Revisión del Recteq Flagship 1600: un fumador mejorado

mientras mi amor de carnes ahumadas está bien documentado, mi propio viaje para cuidar el fuego comenzó la primavera pasada cuando aproveché la oportunidad para revisar el Traeger Woodridge Pro. Cuando Recteq me llamó con una oferta similar para probar el Flagship 1600, pensé que sería una buena manera de mantenerme abrigado durante todo el invierno.

Si bien los dos fumadores tienen mucho en común, el Recteq definitivamente se siente como una mejora del Traeger que he estado usando. No solo tiene casi el doble de espacio para cocinar, sino que la enorme tolva de pellets, el cañón redondeado y la chimenea adecuada me ayudan a sentirme como un verdadero maestro de boxes.

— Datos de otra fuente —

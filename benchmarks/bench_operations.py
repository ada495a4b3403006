"""How fast the operating rules are priced: the vectorised twin against simpy, season by season.

The rules demo (scenarios/line_marking_rules.toml: 3 crews, 150 working days and 31 Saturdays in
the season, 2,000 replicates, cutoffs 0 to 1 by 0.01, the 5 baselines) is priced two ways:

  (a) the straightforward way: every cutoff and every baseline of every replicate season played by
      the simpy model (simulator.rules.simpy_model.SimpyPricer), one season at a time, in one
      process. Too slow to run whole here (about half an hour), it is timed on a random sample of
      replicate seasons, each under all 106 lanes, and scaled up to 2,000 x 106 seasons; ``--full``
      plays them all;
  (b) ours: ``run_history`` end to end (bootstrap draws, the vectorised twin of
      simulator.rules.vectorised_model for all replicates and cutoffs at once, decision, tables).

Both price the same replicate seasons. On the sampled replicates the benchmark checks that the two
give identical costs and the same recommended cutoff and break-even points. It prints both times
and a line starting with ``ratio``. Targets (issue 3): at least 40 times less wall time, and
(b) under 10 s on a 2-core machine.

Run: ``python benchmarks/bench_operations.py [--sample 24] [--full]``.
"""

from __future__ import annotations

import argparse
import os
import time
from pathlib import Path

import numpy as np

from simulator import read_history, read_scenario
from simulator.pricing.decision import decide
from simulator.rules.simpy_model import SimpyPricer
from simulator.rules.vectorised_model import OperationsPricer
from simulator.replay.resample import Resampler, season_calendar
from simulator.run import choose_mean_block, run_history


SCENARIO = Path(__file__).resolve().parent.parent / "scenarios" / "line_marking_rules.toml"
REPLICATES = 2000


def _decision(model_cost, reference_cost, cutoffs):
    d = decide(model_cost, reference_cost, cutoffs, 1, np.random.default_rng(0))
    return d.recommended_cutoff, d.break_even


def _steps(a: float, b: float, step: float) -> int:
    return int(round(abs(a - b) / step))


def main() -> None:
    parser = argparse.ArgumentParser(description=__doc__.splitlines()[0])
    parser.add_argument("--sample", type=int, default=24, help="replicate seasons played by simpy")
    parser.add_argument("--full", action="store_true", help="play every replicate season with simpy")
    args = parser.parse_args()

    scenario = read_scenario(SCENARIO)
    history = read_history(scenario)
    cutoffs = scenario.cutoffs
    step = scenario.decision.cutoffs[2]
    seed = scenario.simulation.seed
    reference = scenario.simulation.reference
    ref_index = ["never_act", "always_act", "persistence", "seasonal_rate", "perfect"].index(reference)

    # (b) ours, end to end
    start = time.perf_counter()
    result = run_history(scenario, history, replicates=REPLICATES)
    ours = time.perf_counter() - start
    rules = result.operations.rules
    n_lanes = cutoffs.size + 5
    print(f"rules demo: {rules.crews} crews, {rules.n_working_days} working days and "
          f"{rules.n_overtime_days} overtime days ({rules.n_occasions} occasions), {REPLICATES} replicates, "
          f"{cutoffs.size} cutoffs + 5 baselines = {REPLICATES * n_lanes:,} seasons; {os.cpu_count()} cores")
    print(f"ours (run_history end to end, vectorised twin): {ours:.2f} s; recommended cutoff "
          f"{result.decision.recommended_cutoff:.2f}, break-even {result.decision.break_even}")

    # the same replicate seasons, drawn again for the simpy pricer
    calendar = season_calendar(history, scenario.season)
    resampler = Resampler(history, calendar, choose_mean_block(history, [scenario]),
                          scenario.simulation.window_days)
    rows = np.concatenate(list(resampler.blocks(seed, REPLICATES)))
    pick = (np.arange(REPLICATES) if args.full
            else np.sort(np.random.default_rng(1).choice(REPLICATES, args.sample, replace=False)))
    slow_pricer = SimpyPricer(history, calendar, cutoffs, scenario)
    start = time.perf_counter()
    slow = slow_pricer(rows[pick])
    simpy_time = time.perf_counter() - start
    per_season = simpy_time / (pick.size * n_lanes)
    straightforward = per_season * REPLICATES * n_lanes
    how = "played whole" if args.full else (f"estimated: {pick.size} random replicates x {n_lanes} lanes = "
                                           f"{pick.size * n_lanes:,} seasons timed, scaled up")
    print(f"straightforward (simpy, every cutoff x every replicate, one process): {straightforward:,.0f} s "
          f"({how}; {per_season * 1000:.2f} ms a season)")

    # the check: same costs, same decision, on the replicates both played
    fast = OperationsPricer(history, calendar, cutoffs, scenario)(rows[pick])
    assert np.array_equal(fast.model, result.model_cost[pick])
    difference = max(np.abs(fast.model - slow.model).max(), np.abs(fast.baselines - slow.baselines).max())
    cut_slow, be_slow = _decision(slow.model, slow.baselines[:, ref_index], cutoffs)
    cut_fast, be_fast = _decision(fast.model, fast.baselines[:, ref_index], cutoffs)
    same_cut = _steps(cut_slow, cut_fast, step) <= 1
    same_be = len(be_slow) == len(be_fast) and all(
        _steps(a, c, step) <= 2 and _steps(b, d, step) <= 2 for (a, b), (c, d) in zip(be_slow, be_fast))
    print(f"check on the {pick.size} replicates played both ways: largest cost difference {difference:g} "
          f"{scenario.currency}; recommended cutoff simpy {cut_slow:.2f} / ours {cut_fast:.2f} "
          f"({'within one step' if same_cut else 'DIFFERENT'}); break-even simpy {be_slow} / ours {be_fast} "
          f"({'within two steps' if same_be else 'DIFFERENT'})")
    if args.full:
        cut_all, be_all = _decision(slow.model, slow.baselines[:, ref_index], cutoffs)
        print(f"full simpy run: recommended cutoff {cut_all:.2f}, break-even {be_all}")
    ratio = straightforward / ours
    print(f"ratio {ratio:,.0f}x less wall time: straightforward {straightforward:,.0f} s "
          f"({'measured' if args.full else 'estimated from a sample'}) / ours {ours:.2f} s "
          f"[targets: >= 40x {'met' if ratio >= 40 else 'MISSED'}; ours < 10 s "
          f"{'met' if ours < 10 else 'MISSED'}]")


if __name__ == "__main__":
    main()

La desventaja es perder algunas de las características de usabilidad que hacen del Woodridge Pro un excelente primer fumador. La configuración no es tan simple y el tamaño más grande y las condiciones menos ergonómicas requieren un poco más de experiencia o paciencia. Con ambas opciones, una excelente carne ahumada está a solo presionar un botón, pero hablando como alguien que tiene ambas en su patio trasero, he estado encendiendo el Recteq con más frecuencia.

Establecerse

Fotografía: Brad Bourque

Configurar el Recteq no me llevó tanto tiempo como el Woodridge, pero fue más difícil de manejar por mi cuenta. Algunos de los pasos, como colocar los cuernos de toro en la tapa o girar el cañón sobre su soporte, serían realmente beneficiosos para un amigo o un ser querido paciente. Como la mayoría de los fumadores, deberá ejecutar un ciclo de precalentamiento a 400 grados Fahrenheit para asegurarse de que no quede nada de la fabricación o el envío. Dada la cantidad de tiempo de preparación y la necesidad de enfriar al ahumador después, recomendaría configurar esto el viernes por la tarde si desea fumar un sábado.

We use cookies in order to give you the best possible experience on our website. By continuing to use this site, you agree to our use of cookies.